** Brief **
Each line from the start of the listing below through the line containing "Entries are pure" should be reproduced exactly, with no others.

** Exercise data **

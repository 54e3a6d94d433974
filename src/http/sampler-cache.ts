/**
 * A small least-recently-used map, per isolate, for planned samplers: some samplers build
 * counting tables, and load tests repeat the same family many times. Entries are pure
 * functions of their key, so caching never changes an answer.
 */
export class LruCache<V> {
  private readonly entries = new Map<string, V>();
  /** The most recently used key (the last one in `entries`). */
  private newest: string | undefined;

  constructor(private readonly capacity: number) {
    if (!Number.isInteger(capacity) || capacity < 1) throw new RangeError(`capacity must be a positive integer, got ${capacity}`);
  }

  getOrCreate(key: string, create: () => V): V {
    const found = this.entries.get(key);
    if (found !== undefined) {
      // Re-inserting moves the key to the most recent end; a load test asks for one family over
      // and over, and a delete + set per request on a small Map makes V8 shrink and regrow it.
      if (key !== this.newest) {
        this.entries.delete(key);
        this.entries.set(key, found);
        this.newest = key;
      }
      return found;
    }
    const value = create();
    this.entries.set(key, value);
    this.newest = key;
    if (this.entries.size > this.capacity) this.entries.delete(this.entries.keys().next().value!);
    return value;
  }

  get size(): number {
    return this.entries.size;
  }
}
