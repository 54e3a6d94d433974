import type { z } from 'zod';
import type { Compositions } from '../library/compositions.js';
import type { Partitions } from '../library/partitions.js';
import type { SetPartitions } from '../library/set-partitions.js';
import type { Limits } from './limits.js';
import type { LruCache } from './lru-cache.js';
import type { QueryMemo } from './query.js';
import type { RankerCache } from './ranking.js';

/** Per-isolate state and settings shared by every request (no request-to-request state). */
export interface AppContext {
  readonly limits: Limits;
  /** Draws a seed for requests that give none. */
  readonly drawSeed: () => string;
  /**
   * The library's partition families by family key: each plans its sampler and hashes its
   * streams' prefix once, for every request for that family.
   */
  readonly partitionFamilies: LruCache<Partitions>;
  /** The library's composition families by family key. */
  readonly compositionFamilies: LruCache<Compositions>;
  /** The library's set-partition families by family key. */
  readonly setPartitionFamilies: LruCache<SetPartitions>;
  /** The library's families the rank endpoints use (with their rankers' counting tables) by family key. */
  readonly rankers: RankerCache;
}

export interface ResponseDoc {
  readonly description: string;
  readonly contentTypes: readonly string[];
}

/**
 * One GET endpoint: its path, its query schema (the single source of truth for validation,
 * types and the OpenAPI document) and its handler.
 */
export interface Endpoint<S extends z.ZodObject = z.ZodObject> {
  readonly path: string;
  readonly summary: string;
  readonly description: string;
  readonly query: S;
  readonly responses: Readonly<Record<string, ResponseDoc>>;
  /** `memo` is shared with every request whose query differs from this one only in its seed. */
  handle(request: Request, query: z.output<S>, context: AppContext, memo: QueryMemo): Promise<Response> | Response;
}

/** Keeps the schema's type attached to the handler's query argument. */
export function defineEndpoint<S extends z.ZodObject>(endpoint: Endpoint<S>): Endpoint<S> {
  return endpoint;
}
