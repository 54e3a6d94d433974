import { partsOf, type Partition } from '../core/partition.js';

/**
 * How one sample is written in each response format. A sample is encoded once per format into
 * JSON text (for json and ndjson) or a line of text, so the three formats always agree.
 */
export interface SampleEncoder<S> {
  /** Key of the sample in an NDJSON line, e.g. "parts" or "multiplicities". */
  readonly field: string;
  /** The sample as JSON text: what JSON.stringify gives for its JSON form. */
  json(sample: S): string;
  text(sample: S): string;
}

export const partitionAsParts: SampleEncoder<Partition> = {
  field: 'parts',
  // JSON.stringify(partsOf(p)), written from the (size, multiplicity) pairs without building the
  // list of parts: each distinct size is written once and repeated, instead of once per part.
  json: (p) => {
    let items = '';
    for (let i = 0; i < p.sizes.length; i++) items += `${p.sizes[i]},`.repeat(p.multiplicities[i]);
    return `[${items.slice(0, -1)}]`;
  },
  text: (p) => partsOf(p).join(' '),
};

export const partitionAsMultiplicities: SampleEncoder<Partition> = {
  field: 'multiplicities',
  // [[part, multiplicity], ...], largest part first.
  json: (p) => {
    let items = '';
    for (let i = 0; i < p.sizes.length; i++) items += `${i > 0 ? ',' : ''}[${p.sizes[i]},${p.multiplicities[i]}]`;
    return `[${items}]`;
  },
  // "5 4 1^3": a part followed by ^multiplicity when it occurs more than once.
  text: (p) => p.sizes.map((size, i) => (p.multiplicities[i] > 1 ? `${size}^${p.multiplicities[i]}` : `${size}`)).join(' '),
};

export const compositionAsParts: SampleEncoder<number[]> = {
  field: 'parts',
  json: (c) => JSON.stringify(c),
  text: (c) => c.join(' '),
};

** Answer section **
repository 54e3a6d94d433974
filename src/http/sampler-cache.ts
/**
 * A small least-recently-used map, per isolate, for planned samplers: some samplers build
 * counting tables, and load tests repeat the same family many times. Entries are pure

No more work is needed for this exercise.